In the material below, identify each line bearing the word "hint". Reproduce those lines.
+ + + +
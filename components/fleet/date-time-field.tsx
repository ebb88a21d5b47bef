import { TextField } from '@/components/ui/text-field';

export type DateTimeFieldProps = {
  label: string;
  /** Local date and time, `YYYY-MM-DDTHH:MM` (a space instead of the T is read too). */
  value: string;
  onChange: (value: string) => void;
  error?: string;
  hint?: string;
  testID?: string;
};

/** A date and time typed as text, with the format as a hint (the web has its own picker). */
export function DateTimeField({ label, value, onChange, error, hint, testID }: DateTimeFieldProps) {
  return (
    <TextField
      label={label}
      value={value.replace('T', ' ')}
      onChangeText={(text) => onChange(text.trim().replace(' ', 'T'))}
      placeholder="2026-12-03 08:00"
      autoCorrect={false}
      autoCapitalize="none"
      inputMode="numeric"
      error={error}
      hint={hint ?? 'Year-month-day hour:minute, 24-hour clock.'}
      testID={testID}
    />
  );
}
+ + + +
Task output
  hint?: string;
/** A date and time typed as text, with the format as a hint (the web has its own picker). */
export function DateTimeField({ label, value, onChange, error, hint, testID }: DateTimeFieldProps) {
      hint={hint ?? 'Year-month-day hour:minute, 24-hour clock.'}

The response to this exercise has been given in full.